* **What this task involves**: Scan the records for the word "good". Return each line where it is found.

Extracted records
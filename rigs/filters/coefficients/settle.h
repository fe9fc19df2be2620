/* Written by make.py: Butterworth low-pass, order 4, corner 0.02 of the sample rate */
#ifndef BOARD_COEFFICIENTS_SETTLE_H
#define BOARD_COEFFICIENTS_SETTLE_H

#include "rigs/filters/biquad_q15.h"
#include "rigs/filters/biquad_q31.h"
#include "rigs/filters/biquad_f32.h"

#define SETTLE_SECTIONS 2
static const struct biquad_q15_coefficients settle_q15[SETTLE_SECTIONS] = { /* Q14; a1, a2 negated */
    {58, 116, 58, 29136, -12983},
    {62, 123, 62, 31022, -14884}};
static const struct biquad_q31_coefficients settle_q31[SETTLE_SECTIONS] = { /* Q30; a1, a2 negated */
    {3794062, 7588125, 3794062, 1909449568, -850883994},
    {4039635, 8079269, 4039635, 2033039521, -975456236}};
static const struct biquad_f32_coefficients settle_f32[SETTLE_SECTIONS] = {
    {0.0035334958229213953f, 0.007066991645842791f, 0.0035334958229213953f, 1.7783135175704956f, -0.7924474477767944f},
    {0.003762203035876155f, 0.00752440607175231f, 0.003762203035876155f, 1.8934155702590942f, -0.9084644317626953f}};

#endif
---
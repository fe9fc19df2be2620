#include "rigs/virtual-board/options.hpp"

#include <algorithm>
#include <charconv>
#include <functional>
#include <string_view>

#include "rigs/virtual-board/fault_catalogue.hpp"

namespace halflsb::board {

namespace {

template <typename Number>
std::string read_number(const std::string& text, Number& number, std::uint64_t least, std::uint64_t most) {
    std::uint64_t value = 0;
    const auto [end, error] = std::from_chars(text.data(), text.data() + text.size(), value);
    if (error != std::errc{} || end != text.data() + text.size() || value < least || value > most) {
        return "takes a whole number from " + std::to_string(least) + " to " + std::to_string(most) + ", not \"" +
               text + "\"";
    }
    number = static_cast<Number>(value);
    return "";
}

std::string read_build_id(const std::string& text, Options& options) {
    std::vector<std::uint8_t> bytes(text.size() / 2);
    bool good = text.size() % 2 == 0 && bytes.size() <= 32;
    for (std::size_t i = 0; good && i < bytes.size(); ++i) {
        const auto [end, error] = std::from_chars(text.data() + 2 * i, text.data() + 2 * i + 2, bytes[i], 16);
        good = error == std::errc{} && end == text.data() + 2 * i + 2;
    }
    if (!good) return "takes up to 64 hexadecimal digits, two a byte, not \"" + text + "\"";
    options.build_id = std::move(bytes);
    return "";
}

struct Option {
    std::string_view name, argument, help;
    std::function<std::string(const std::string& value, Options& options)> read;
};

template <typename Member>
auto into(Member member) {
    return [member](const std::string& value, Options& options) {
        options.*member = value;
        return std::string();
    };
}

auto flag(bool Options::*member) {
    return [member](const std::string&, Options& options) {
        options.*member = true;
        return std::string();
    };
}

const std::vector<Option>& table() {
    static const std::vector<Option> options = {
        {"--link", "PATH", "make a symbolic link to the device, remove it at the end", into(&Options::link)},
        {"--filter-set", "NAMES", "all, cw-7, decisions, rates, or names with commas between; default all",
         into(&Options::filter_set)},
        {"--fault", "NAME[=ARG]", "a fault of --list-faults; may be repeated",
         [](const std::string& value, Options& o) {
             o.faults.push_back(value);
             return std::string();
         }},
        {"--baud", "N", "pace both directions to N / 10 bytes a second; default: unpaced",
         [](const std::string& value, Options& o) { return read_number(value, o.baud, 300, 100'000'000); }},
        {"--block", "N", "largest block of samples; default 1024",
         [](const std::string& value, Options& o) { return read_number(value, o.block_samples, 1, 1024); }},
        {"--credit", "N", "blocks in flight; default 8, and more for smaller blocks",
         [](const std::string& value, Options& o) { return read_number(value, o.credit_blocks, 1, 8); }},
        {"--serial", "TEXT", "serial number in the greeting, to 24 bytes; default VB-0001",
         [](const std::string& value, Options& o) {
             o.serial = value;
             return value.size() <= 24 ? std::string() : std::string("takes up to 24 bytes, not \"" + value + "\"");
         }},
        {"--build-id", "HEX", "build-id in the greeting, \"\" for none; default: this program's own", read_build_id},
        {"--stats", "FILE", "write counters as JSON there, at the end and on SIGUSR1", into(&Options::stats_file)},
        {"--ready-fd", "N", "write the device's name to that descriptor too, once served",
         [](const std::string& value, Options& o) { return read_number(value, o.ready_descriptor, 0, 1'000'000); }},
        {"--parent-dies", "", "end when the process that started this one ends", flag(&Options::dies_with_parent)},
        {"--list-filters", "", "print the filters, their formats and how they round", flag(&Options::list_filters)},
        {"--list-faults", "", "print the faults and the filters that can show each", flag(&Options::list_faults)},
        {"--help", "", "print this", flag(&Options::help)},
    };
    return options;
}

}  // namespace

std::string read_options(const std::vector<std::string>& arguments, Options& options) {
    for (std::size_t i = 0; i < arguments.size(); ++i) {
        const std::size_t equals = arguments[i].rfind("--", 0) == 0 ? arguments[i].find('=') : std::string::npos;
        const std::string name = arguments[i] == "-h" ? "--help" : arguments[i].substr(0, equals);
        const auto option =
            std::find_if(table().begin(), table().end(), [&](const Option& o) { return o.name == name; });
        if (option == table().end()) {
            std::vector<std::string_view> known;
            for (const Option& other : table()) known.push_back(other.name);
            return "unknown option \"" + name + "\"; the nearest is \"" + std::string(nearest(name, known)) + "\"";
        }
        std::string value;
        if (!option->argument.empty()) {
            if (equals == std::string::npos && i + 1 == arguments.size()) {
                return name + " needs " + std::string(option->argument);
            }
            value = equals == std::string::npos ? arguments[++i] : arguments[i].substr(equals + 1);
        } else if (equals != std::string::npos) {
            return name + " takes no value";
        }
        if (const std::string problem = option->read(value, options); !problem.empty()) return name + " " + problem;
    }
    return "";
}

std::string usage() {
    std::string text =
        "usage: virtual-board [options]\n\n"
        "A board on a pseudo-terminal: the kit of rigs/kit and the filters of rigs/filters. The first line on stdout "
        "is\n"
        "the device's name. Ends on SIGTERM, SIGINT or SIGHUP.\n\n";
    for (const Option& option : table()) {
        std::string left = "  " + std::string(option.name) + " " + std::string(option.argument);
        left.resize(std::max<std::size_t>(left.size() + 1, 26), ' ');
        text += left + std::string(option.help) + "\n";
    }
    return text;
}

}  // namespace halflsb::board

* **Exercise result**:
    bool good = text.size() % 2 == 0 && bytes.size() <= 32;
    for (std::size_t i = 0; good && i < bytes.size(); ++i) {
        good = error == std::errc{} && end == text.data() + 2 * i + 2;
    if (!good) return "takes up to 64 hexadecimal digits, two a byte, not \"" + text + "\"";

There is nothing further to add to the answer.